Probably IP. Possibly NP, when I'm mentally healthier (I think my depression/anxiety cause me to behave far more introvertedly than I would otherwise)


----------



## Navid (May 11, 2014)

EP


----------



## Straystuff (May 23, 2014)

NF


----------



## perpetuallyreticent (Sep 24, 2014)

IF or FP.


----------



## Vanderlyle (Jan 19, 2012)

SP jumped at me, but I suppose FP could be just as valid.

And for anyone who wants to keep track:

ISFP: IP, IP, IF(FP), SP(FP)
ISFJ: IF,
ISTP: IS, IT, SP
ISTJ: TJ(IJ IS), IT, IT, IT, IT(TJ)
INFP: IN, NP, IF, IN, IP(NP)
INFJ: NJ, FJ, IN, NJ, NJ(NF), IN, IN, IN, IN(NF), NJ(IN), FJ(IJ), NF(IN)
INTP: NT, IN, NP, IT
INTJ: IN, NT, IJ, IN, IN
ESFP: SP
ESFJ: FJ
ESTP: SP, EP
ESTJ: ET
ENFP: NP
ENFJ : NF, NF, NJ, NF
ENTP: xP, NP
ENTJ: ET, JE
UNKNOWN : EP, IN, NT, IP(IF FP), IT, IN, IN, NP

(Brackets are for their second choice)


----------



## StunnedFox (Dec 20, 2013)

Thanks for collating it all, @Vanderlyle - and nice to see that at least one person of each type has responded thus far.


----------



## ForestPaix (Aug 30, 2014)

IF. I get high scores for I and F, and low scores for S and P.


----------



## rainrunner (Jul 15, 2014)

NJ = introverted intuition (yes, even though I score NP more often than NJ on MBTI tests...)


----------



## Varyafiriel (Sep 5, 2012)

For me as an INFJ it's defenitely IF


----------



## elixare (Aug 26, 2010)

Tj > nt > nj


----------



## smooooth (Oct 8, 2013)

I would have to say IT as my two letters that fit me the most.


----------



## kiriosa (May 12, 2014)

NF for me. When I first heard of MBTI and took a test I scored INFJ and believed I was one for like 2 years. Then I thought I was an ENFP until I finally found out that my true type is INFP. But I was always sure about NF; it just fits me.


----------



## CupcakesRDaBestBruv (Aug 6, 2013)

EN


----------



## nix1 (Jun 25, 2014)

IN.

I may doubt about my Thinking or Perceiving sides sometimes, but I'm definitely Introverted and Intuitive.


----------



## Despotic Nepotist (Mar 1, 2014)

NT


----------



## Innogen (Oct 22, 2014)

FP.
From time to time I doubt my Introversion preference, but I've come to realize that I only appear extroverted when I'm with my friends. Otherwise, I have trouble making eye contact with strangers.
I also doubt my Sensing preference, because my parents and my younger brother are iNtuitives and that has helped me with my intuition. But when I think about it... I'm closer to S than N, because of how engaged I am in the present.


----------



## monemi (Jun 24, 2013)

Hard to say. I'd say SP because Se is what I'm the most sure of. But XSFP are really hard to relate to with their Fi. I have more in common with XNFJ than XSFP. I really like XSFP, but we're not the same at all. At least XNFJ share functions.

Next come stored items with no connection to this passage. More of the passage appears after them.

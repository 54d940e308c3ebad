// `npm run bench`: runs every benchmark module and prints and writes bench/results.json with the machine it ran on.
// Add a benchmark by adding a module that exports run({ rows }) to BENCHMARKS. Speed is measured, never asserted.
import { existsSync, readFileSync, writeFileSync } from 'node:fs';
import { cpus, totalmem, type as osType, release } from 'node:os';
import { dirname, join, resolve } from 'node:path';
import { fileURLToPath } from 'node:url';

export interface BenchmarkModule {
  run(options: { rows: number; runs?: number }): Promise<Record<string, number | string>>;
}

const BENCHMARKS: Record<string, () => Promise<BenchmarkModule>> = {
  analyzer: () => import('./analyzer.ts'),
  ingest: () => import('./ingest.ts'),
  withdraw: () => import('./withdraw.ts'),
  compare: () => import('./compare.ts'),
  survey: () => import('./survey.ts'),
  peer: () => import('./peer.ts'),
  intervalCoverage: () => import('./intervalCoverage.ts'),
  web: () => import('./web.ts'),
};

function parseFlags(argv: readonly string[]): { rows: number; runs: number; out: string; only: string[] } {
  const root = join(dirname(fileURLToPath(import.meta.url)), '..');
  let rows = 1_000_000;
  let runs = 5;
  let out = join(root, 'bench', 'results.json');
  const only: string[] = [];
  for (let index = 0; index < argv.length; index += 1) {
    const flag = argv[index];
    const value = argv[index + 1];
    index += 1;
    if (flag === '--rows' && Number(value) >= 1) rows = Math.floor(Number(value));
    else if (flag === '--runs' && Number(value) >= 1) runs = Math.floor(Number(value));
    else if (flag === '--out' && value !== undefined) out = resolve(value);
    else if (flag === '--only' && value !== undefined) only.push(...value.split(','));
    else throw new Error(`bench: unknown or incomplete flag ${String(flag)} (flags: --rows N --runs N --out FILE --only a,b)`);
  }
  return { rows, runs, out, only };
}

const flags = parseFlags(process.argv.slice(2));
const processor = cpus()[0];
const results: Record<string, unknown> = {
  date: new Date().toISOString(),
  machine: {
    cpu: processor?.model ?? 'unknown',
    cores: cpus().length,
    memoryGb: Number((totalmem() / 2 ** 30).toFixed(1)),
    node: process.version,
    os: `${osType()} ${release()}`,
  },
  rows: flags.rows,
  benchmarks: {} as Record<string, Record<string, number | string>>,
};
const benchmarks = results.benchmarks as Record<string, Record<string, number | string>>;
for (const [name, load] of Object.entries(BENCHMARKS)) {
  if (flags.only.length > 0 && !flags.only.includes(name)) continue;
  console.log(`bench ${name}: ${flags.rows} rows, ${flags.runs} runs…`);
  const module = await load();
  benchmarks[name] = await module.run({ rows: flags.rows, runs: flags.runs });
  console.log(benchmarks[name]);
}
// A run of some benchmarks (--only) keeps the figures of the others already in the file; every run keeps keys other
// tools own there (the load test's `load`).
const previous = existsSync(flags.out) ? (JSON.parse(readFileSync(flags.out, 'utf8')) as Record<string, unknown>) : {};
const previousBenchmarks = flags.only.length > 0 ? ((previous.benchmarks ?? {}) as Record<string, unknown>) : {};
// The top-level date and machine stay those of the last full run; a partial run's figures carry their own `runAt`.
const partialKeep = flags.only.length > 0 ? { date: previous.date ?? results.date, machine: previous.machine ?? results.machine } : {};
writeFileSync(flags.out, `${JSON.stringify({ ...previous, ...results, ...partialKeep, benchmarks: { ...previousBenchmarks, ...benchmarks } }, null, 2)}\n`);
console.log(`machine: ${JSON.stringify(results.machine)}\nwritten: ${flags.out}`);
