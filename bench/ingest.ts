// Benchmark of the server's ingest and summary paths (issue 4, Performance): a seeded native-format log through
// the upload API of a real server process, from request to status `done`, with the server's peak memory; then
// the site summary over the stored samples, cold and warm. Run through bench/run.ts (`npm run bench`).
import { spawn, type ChildProcess } from "node:child_process";
import { existsSync, mkdirSync, mkdtempSync, openAsBlob, readFileSync, rmSync, statSync } from "node:fs";
import { createServer } from "node:net";
import { tmpdir } from "node:os";
import { dirname, join } from "node:path";
import { fileURLToPath } from "node:url";
import { writeSyntheticLog } from "../packages/seeing-stats/src/node/index.js";
import { serverCommand } from "../scripts/server-bundle.mjs";

const root = join(dirname(fileURLToPath(import.meta.url)), "..");
const serverDir = join(root, "apps/server");
const PASSWORD = "bench-password-1";
// The invented site and monitor of bench/analyzer.ts, so both benchmarks read the same log the same way.
const SITE = { latitudeDeg: -27.42, longitudeDeg: -70.15, elevationM: 2650 };
const SEED = 20_250_301;
const MONITOR = { apertureMm: 60, baselineMm: 200, wavelengthNm: 500, response: "z-tilt" as const };

export async function freePort(): Promise<number> {
  return new Promise((resolve, reject) => {
    const probe = createServer();
    probe.once("error", reject);
    probe.listen(0, "127.0.0.1", () => {
      const address = probe.address();
      const port = typeof address === "object" && address ? address.port : 0;
      probe.close(() => resolve(port));
    });
  });
}

/**
 * The seeded bench log in the native format: the same file bench/analyzer.ts analyses (same seed, site, monitor
 * and options, so whichever benchmark runs first writes it and the other reuses it).
 */
export async function benchLog(rows: number): Promise<string> {
  const outDir = join(root, "bench", "out");
  mkdirSync(outDir, { recursive: true });
  const path = join(outDir, `native-${rows}-rows-seed-${SEED}-from-2018.csv`);
  if (existsSync(path) && statSync(path).size > 0) return path;
  const nights = Math.ceil(rows / 300) + 30;
  const written = await writeSyntheticLog(path, { seed: SEED, site: SITE, startDate: "2018-01-01", nights, medianSeeingArcsec: 0.75, monitor: MONITOR, badRowEvery: 997, maxRows: rows });
  if (written.rows !== rows) throw new Error(`the synthetic log has ${written.rows} rows, wanted ${rows}`);
  return path;
}

/** CPU time a process has used so far (user + system, all its threads), in seconds (/proc; Linux only). */
export function cpuSeconds(pid: number): number {
  const fields = readFileSync(`/proc/${pid}/stat`, "utf8").replace(/^.*\) /s, "").split(" ");
  // utime and stime are fields 14 and 15 of /proc/PID/stat (11 and 12 after the command name), in clock ticks (100 a second on Linux).
  return (Number(fields[11]) + Number(fields[12])) / 100;
}

/** Peak resident memory of a process in MB (VmHWM from /proc; Linux only). */
export function peakRssMb(pid: number): number {
  const status = readFileSync(`/proc/${pid}/status`, "utf8");
  const match = /VmHWM:\s+(\d+)\s+kB/.exec(status);
  return match ? Number(match[1]) / 1024 : Number.NaN;
}

function median(values: number[]): number {
  const sorted = [...values].sort((left, right) => left - right);
  const middle = Math.floor(sorted.length / 2);
  return sorted.length % 2 === 1 ? (sorted[middle] ?? Number.NaN) : ((sorted[middle - 1] ?? 0) + (sorted[middle] ?? 0)) / 2;
}

export async function waitForHealth(base: string, server: ChildProcess, timeoutMs: number): Promise<void> {
  const deadline = Date.now() + timeoutMs;
  while (Date.now() < deadline) {
    if (server.exitCode !== null) throw new Error(`the server exited with code ${server.exitCode}`);
    try {
      const response = await fetch(`${base}/api/health`);
      if (response.ok) return;
    } catch {
      // not listening yet
    }
    await new Promise((resolve) => setTimeout(resolve, 100));
  }
  throw new Error("the server did not start in time");
}

/** Signs in as the demo survey lead; gives the request headers (Origin, session cookie) and a JSON POST that expects 2xx. */
export async function signInAsLead(base: string, password: string): Promise<{ headers: Record<string, string>; postJson: (path: string, body: unknown) => Promise<{ id: number }> }> {
  const signIn = await fetch(`${base}/api/auth/sign-in`, {
    method: "POST",
    headers: { Origin: base, "Content-Type": "application/json" },
    body: JSON.stringify({ email: "lead@calmcrest.test", password }),
  });
  if (!signIn.ok) throw new Error(`sign-in failed: ${signIn.status}`);
  const headers = { Origin: base, Cookie: (signIn.headers.get("set-cookie") ?? "").split(";")[0] ?? "" };
  const postJson = async (path: string, body: unknown) => {
    const response = await fetch(`${base}${path}`, { method: "POST", headers: { ...headers, "Content-Type": "application/json" }, body: JSON.stringify(body) });
    if (!response.ok) throw new Error(`${path}: ${response.status} ${await response.text()}`);
    return (await response.json()) as { id: number };
  };
  return { headers, postJson };
}

/**
 * Sends a log to a campaign through the upload API and waits (polling every 50 ms) until its ingest is `done`;
 * returns the samples it accepted. Any other end (failed, a refusal) throws with the server's words.
 */
export async function uploadAndWait(base: string, headers: Record<string, string>, campaignId: number, logPath: string, fileName: string): Promise<number> {
  const form = new FormData();
  form.append("file", await openAsBlob(logPath), fileName);
  const posted = await fetch(`${base}/api/campaigns/${campaignId}/uploads`, { method: "POST", headers, body: form });
  if (posted.status !== 202) throw new Error(`upload: ${posted.status} ${await posted.text()}`);
  const { upload } = (await posted.json()) as { upload: { id: number } };
  for (;;) {
    const status = (await (await fetch(`${base}/api/uploads/${upload.id}`, { headers })).json()) as { status: string; samples: { accepted: number }; error: string | null };
    if (status.status === "done") return status.samples.accepted;
    if (status.status !== "queued" && status.status !== "ingesting") throw new Error(`ingest ended ${status.status}: ${status.error ?? ""}`);
    await new Promise((resolve) => setTimeout(resolve, 50));
  }
}

export async function run({ rows }: { rows: number; runs?: number }): Promise<Record<string, number | string>> {
  const logPath = await benchLog(rows);
  const dataDir = mkdtempSync(join(tmpdir(), "calmcrest-bench-data-"));
  const port = await freePort();
  const base = `http://127.0.0.1:${port}`;
  // One node process (tsx as a loader, not its CLI wrapper), so its /proc status is the server's own memory.
  const server = spawn(process.execPath, [...(process.env.BENCH_PROF ? ["--cpu-prof", `--cpu-prof-dir=${process.env.BENCH_PROF}`] : []), ...serverCommand().args], {
    cwd: serverDir,
    env: { ...process.env, PORT: String(port), HOST: "127.0.0.1", CALMCREST_DATA_DIR: dataDir, CALMCREST_SEED: "users", DEMO_PASSWORD: PASSWORD, NODE_ENV: "development" },
    stdio: ["ignore", "ignore", "inherit"],
  });
  try {
    await waitForHealth(base, server, 30_000);
    const { headers, postJson: json } = await signInAsLead(base, PASSWORD);
    const site = await json("/api/sites", { name: "Bench Ridge", latitude: SITE.latitudeDeg, longitude: SITE.longitudeDeg, elevationM: SITE.elevationM });
    const campaign = await json(`/api/sites/${site.id}/campaigns`, { name: "Bench campaign", monitor: MONITOR });

    const form = new FormData();
    form.append("file", await openAsBlob(logPath), "bench.csv");
    const startedMs = performance.now();
    const cpuBeforeS = cpuSeconds(server.pid ?? 0);
    const posted = await fetch(`${base}/api/campaigns/${campaign.id}/uploads`, { method: "POST", headers, body: form });
    if (posted.status !== 202) throw new Error(`upload: ${posted.status} ${await posted.text()}`);
    const { upload } = (await posted.json()) as { upload: { id: number } };
    let status: { status: string; samples: { accepted: number; read: number }; error: string | null };
    for (;;) {
      status = (await (await fetch(`${base}/api/uploads/${upload.id}`, { headers })).json()) as typeof status;
      if (status.status !== "queued" && status.status !== "ingesting") break;
      await new Promise((resolve) => setTimeout(resolve, 20));
    }
    const ingestSeconds = (performance.now() - startedMs) / 1000;
    const ingestCpuS = cpuSeconds(server.pid ?? 0) - cpuBeforeS;
    if (status.status !== "done") throw new Error(`ingest ended ${status.status}: ${status.error ?? ""}`);
    const peakMb = peakRssMb(server.pid ?? 0);

    const summaryMs = async () => {
      const begin = performance.now();
      const response = await fetch(`${base}/api/sites/${site.id}/summary`, { headers });
      if (!response.ok) throw new Error(`summary: ${response.status}`);
      await response.arrayBuffer();
      return performance.now() - begin;
    };
    const coldMs = await summaryMs();
    const warm: number[] = [];
    for (let index = 0; index < 5; index += 1) warm.push(await summaryMs());

    return {
      ingestRows: status.samples.read,
      ingestSamplesStored: status.samples.accepted,
      ingestFileMb: Math.round((statSync(logPath).size / 1024 / 1024) * 10) / 10,
      ingestRequestToDoneS: Math.round(ingestSeconds * 100) / 100,
      // The server's CPU time over the same span (all threads): steadier than the wall time on a shared machine.
      ingestServerCpuS: Math.round(ingestCpuS * 100) / 100,
      ingestServerPeakRssMb: Math.round(peakMb),
      siteSummaryColdMs: Math.round(coldMs),
      siteSummaryWarmMedianMs: Math.round(median(warm)),
    };
  } finally {
    server.kill("SIGTERM");
    await new Promise((resolve) => server.once("exit", resolve));
    rmSync(dataDir, { recursive: true, force: true });
  }
}

// Run alone: node_modules/.bin/tsx bench/ingest.ts [rows]
if (process.argv[1] && fileURLToPath(import.meta.url) === process.argv[1]) {
  const rows = Number(process.argv[2] ?? 1_000_000);
  console.log(await run({ rows }));
}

ETA: EXTX aren't similar either. The only similarity I have with EXTJ's is communication style and thick skin. The only similarity I have with ENTP's is opportunism. We're too different to go with ET.


----------



## HeadInClouds (Nov 7, 2014)

IF no doubt.


----------



## Ummon (Jun 16, 2014)

FJ


----------



## sittapygmaea (Aug 24, 2014)

IN both in terms of the strongest identifications in myself, and the types to which I relate the best. Though the latter is harder for me to say because I can, at best, speculate about other people's MBTIs. I have intuitions for a few people, but I don't have developed general intuitions.


----------